──────── Entries provided ────────
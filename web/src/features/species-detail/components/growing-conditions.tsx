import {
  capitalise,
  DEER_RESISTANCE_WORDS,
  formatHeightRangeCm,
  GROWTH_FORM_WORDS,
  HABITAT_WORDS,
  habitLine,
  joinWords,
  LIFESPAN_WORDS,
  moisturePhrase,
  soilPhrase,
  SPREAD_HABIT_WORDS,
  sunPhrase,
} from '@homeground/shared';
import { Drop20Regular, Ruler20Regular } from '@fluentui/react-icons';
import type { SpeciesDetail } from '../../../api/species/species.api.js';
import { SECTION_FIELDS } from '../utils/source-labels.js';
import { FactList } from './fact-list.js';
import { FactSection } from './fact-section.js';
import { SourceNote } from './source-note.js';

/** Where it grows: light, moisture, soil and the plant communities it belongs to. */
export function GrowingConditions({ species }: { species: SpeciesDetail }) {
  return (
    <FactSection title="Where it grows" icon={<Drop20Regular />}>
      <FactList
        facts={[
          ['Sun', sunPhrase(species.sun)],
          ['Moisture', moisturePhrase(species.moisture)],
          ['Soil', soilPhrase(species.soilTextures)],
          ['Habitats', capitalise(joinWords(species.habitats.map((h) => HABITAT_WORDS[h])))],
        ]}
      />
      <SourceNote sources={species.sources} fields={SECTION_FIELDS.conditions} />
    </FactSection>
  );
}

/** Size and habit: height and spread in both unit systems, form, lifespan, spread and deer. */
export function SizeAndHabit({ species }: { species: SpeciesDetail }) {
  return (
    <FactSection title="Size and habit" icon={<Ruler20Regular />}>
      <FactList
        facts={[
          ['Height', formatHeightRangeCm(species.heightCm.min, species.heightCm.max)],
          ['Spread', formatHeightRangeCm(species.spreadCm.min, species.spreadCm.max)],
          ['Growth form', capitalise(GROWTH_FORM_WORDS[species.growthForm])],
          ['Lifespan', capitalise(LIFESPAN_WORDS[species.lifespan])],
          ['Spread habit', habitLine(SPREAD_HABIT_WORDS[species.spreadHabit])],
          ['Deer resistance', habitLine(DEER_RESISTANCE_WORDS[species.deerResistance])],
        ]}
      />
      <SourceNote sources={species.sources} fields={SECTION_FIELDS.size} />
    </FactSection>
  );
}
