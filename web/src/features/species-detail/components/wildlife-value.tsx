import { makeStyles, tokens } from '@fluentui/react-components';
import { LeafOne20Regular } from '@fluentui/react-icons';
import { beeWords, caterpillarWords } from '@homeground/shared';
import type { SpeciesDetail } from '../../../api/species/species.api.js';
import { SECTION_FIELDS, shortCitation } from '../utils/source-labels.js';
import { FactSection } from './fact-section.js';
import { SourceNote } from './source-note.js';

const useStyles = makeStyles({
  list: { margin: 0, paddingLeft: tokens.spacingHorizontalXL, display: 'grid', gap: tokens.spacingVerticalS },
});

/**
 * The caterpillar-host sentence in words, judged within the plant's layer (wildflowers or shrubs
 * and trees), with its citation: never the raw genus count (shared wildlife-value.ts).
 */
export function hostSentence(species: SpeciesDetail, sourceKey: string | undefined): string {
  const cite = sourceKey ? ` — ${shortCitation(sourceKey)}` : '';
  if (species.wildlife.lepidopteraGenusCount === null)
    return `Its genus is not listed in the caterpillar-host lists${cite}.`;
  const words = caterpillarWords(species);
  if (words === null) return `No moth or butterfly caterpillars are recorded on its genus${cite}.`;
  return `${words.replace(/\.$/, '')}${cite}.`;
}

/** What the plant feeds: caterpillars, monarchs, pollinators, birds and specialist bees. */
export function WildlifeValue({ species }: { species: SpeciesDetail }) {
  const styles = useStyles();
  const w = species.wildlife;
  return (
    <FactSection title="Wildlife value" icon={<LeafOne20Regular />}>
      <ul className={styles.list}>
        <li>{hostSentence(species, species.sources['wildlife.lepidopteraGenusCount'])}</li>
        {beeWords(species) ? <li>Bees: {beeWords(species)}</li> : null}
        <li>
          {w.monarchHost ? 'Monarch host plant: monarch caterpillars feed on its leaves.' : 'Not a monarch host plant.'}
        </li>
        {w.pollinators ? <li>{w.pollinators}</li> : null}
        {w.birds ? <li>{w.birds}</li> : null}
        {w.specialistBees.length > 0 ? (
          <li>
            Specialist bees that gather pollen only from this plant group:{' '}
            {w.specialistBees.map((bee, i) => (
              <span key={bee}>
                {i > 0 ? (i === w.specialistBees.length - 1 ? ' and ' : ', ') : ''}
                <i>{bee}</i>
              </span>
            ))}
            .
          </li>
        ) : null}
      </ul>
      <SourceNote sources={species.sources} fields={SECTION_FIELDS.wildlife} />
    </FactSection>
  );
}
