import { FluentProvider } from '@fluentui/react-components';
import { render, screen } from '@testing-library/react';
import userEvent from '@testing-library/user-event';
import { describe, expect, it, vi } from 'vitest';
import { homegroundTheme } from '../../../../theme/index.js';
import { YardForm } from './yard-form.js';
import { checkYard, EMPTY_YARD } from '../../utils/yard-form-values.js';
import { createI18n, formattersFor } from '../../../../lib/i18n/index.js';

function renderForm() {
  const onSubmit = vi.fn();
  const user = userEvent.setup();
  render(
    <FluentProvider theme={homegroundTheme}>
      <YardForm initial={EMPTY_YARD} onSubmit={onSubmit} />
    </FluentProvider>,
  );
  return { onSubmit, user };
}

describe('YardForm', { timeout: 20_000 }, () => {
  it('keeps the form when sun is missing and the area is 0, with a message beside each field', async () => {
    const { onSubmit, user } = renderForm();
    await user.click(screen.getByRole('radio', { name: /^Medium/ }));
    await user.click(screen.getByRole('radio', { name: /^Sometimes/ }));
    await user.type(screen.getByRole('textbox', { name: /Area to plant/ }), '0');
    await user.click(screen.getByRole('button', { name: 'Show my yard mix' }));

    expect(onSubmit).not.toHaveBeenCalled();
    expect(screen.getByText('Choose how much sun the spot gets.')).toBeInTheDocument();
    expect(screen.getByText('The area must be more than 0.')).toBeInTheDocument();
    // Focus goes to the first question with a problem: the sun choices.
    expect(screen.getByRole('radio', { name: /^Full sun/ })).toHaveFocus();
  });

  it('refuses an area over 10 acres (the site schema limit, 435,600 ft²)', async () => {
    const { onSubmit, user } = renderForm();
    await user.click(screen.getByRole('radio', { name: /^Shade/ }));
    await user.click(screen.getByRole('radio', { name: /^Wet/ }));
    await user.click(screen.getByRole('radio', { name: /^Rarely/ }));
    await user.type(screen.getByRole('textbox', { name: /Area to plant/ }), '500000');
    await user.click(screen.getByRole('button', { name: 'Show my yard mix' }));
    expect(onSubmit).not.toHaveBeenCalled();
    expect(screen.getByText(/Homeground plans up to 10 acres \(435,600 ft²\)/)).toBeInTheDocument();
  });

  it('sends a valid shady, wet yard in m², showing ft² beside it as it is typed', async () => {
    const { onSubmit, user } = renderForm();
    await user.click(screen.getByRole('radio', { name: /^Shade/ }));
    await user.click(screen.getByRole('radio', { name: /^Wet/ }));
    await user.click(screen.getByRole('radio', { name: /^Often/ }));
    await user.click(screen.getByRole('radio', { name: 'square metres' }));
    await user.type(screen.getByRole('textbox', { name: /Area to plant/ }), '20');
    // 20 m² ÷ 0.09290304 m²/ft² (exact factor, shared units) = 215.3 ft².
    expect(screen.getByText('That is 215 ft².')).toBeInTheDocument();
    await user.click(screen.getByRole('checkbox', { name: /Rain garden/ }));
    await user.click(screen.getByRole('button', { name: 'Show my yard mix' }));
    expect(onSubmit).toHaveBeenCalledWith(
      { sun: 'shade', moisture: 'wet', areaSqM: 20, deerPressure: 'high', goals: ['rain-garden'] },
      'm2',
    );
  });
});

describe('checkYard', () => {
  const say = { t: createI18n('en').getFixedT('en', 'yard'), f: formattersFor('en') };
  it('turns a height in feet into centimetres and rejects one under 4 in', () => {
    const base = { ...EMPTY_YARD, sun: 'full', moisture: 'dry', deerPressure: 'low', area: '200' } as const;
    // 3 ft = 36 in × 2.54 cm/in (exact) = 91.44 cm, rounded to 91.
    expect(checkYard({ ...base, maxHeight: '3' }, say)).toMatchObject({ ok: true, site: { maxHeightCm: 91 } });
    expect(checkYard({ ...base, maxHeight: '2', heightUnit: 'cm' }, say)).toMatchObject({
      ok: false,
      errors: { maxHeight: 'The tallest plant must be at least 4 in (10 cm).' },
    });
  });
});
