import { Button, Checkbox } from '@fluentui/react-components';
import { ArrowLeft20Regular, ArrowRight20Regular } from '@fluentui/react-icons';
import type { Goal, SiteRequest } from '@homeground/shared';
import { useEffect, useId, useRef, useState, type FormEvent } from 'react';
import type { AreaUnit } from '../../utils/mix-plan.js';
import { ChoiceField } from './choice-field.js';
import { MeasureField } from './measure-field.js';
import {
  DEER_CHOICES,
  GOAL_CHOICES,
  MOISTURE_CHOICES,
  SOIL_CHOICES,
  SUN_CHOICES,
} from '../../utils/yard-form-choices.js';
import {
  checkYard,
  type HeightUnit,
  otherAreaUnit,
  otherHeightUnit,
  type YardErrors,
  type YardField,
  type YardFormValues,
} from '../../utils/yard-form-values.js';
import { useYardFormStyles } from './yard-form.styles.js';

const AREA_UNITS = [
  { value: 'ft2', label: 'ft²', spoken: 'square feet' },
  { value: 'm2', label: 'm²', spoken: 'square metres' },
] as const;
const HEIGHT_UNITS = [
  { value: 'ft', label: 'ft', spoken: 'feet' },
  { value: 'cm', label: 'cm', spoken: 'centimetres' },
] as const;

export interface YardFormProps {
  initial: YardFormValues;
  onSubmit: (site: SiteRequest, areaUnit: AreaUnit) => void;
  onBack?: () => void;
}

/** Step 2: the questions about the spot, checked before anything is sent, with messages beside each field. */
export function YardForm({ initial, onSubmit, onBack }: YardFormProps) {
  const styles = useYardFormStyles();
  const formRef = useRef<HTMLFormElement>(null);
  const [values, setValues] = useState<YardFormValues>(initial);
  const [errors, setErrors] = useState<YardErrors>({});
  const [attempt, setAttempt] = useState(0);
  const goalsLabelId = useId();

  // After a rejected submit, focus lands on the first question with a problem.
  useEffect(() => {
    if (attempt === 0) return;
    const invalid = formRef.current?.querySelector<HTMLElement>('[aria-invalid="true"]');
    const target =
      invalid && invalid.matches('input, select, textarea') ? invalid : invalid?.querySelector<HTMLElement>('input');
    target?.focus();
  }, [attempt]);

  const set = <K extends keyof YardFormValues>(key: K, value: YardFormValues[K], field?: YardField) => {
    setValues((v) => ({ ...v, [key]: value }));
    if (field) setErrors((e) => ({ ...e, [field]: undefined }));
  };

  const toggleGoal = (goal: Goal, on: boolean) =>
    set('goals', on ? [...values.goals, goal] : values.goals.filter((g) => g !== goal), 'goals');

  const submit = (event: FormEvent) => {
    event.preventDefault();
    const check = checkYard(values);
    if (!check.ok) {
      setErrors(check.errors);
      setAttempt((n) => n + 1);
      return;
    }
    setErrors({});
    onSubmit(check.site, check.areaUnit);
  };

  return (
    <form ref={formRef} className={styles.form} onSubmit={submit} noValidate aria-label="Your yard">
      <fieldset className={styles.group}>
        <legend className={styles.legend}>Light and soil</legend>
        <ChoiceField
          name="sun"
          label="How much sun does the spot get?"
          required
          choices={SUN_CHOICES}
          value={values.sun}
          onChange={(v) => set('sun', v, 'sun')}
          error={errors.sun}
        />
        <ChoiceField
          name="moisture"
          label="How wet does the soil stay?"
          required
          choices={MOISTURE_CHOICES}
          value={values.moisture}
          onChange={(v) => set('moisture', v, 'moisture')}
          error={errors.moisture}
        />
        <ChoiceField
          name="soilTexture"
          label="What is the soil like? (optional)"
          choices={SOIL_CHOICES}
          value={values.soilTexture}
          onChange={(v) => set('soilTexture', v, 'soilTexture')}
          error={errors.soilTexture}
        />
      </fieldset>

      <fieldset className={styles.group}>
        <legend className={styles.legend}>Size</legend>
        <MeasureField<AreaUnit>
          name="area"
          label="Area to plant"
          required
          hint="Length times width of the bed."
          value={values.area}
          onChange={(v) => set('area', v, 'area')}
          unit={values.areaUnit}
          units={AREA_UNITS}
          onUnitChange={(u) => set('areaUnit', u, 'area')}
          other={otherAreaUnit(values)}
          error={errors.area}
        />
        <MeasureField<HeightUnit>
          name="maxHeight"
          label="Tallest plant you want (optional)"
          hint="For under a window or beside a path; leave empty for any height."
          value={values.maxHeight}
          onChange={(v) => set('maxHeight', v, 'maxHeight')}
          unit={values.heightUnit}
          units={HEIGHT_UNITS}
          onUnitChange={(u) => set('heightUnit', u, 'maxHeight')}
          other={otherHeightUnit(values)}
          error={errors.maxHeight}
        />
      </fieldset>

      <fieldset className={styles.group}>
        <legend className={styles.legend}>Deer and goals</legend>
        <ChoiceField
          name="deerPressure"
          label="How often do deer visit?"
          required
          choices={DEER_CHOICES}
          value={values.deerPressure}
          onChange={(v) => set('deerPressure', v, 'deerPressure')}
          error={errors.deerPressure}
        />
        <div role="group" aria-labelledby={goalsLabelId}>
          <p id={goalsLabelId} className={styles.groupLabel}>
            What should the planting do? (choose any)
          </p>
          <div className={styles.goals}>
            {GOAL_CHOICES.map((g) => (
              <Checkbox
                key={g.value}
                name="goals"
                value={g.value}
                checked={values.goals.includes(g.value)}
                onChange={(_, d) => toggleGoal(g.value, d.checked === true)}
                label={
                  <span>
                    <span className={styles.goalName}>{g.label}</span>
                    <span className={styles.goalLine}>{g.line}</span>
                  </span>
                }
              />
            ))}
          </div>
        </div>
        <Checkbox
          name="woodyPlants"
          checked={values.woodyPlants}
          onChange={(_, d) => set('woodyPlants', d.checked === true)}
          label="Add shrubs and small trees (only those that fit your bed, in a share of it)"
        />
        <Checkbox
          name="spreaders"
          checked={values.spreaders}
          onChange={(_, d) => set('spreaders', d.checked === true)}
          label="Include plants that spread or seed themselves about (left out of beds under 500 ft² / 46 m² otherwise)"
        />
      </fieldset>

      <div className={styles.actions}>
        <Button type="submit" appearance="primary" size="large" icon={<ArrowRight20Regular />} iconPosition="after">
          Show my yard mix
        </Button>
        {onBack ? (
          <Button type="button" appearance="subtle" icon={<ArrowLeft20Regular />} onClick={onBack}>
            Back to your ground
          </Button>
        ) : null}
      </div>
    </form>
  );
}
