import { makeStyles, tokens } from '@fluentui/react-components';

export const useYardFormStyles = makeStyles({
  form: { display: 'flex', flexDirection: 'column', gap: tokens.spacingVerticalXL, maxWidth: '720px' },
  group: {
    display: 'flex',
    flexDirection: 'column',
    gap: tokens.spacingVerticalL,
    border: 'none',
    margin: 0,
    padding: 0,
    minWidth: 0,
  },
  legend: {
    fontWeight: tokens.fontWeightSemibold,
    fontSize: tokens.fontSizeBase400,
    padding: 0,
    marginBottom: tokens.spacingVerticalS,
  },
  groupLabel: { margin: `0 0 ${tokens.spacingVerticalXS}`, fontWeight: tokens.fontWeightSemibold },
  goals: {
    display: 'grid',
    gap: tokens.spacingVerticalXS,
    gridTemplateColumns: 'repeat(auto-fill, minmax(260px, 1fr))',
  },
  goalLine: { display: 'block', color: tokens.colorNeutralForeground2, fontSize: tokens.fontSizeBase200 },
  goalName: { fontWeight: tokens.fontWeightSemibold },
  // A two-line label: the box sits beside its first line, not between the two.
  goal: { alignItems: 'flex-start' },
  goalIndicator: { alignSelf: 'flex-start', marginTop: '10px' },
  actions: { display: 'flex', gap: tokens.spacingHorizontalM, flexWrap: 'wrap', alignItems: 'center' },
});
────────
Where in the records does the string "checkYard" appear? Copy every line that has it.

import { checkYard, EMPTY_YARD } from '../../utils/yard-form-values.js';
describe('checkYard', () => {
    expect(checkYard({ ...base, maxHeight: '3' }, say)).toMatchObject({ ok: true, site: { maxHeightCm: 91 } });
    expect(checkYard({ ...base, maxHeight: '2', heightUnit: 'cm' }, say)).toMatchObject({
  checkYard,
    const check = checkYard(values);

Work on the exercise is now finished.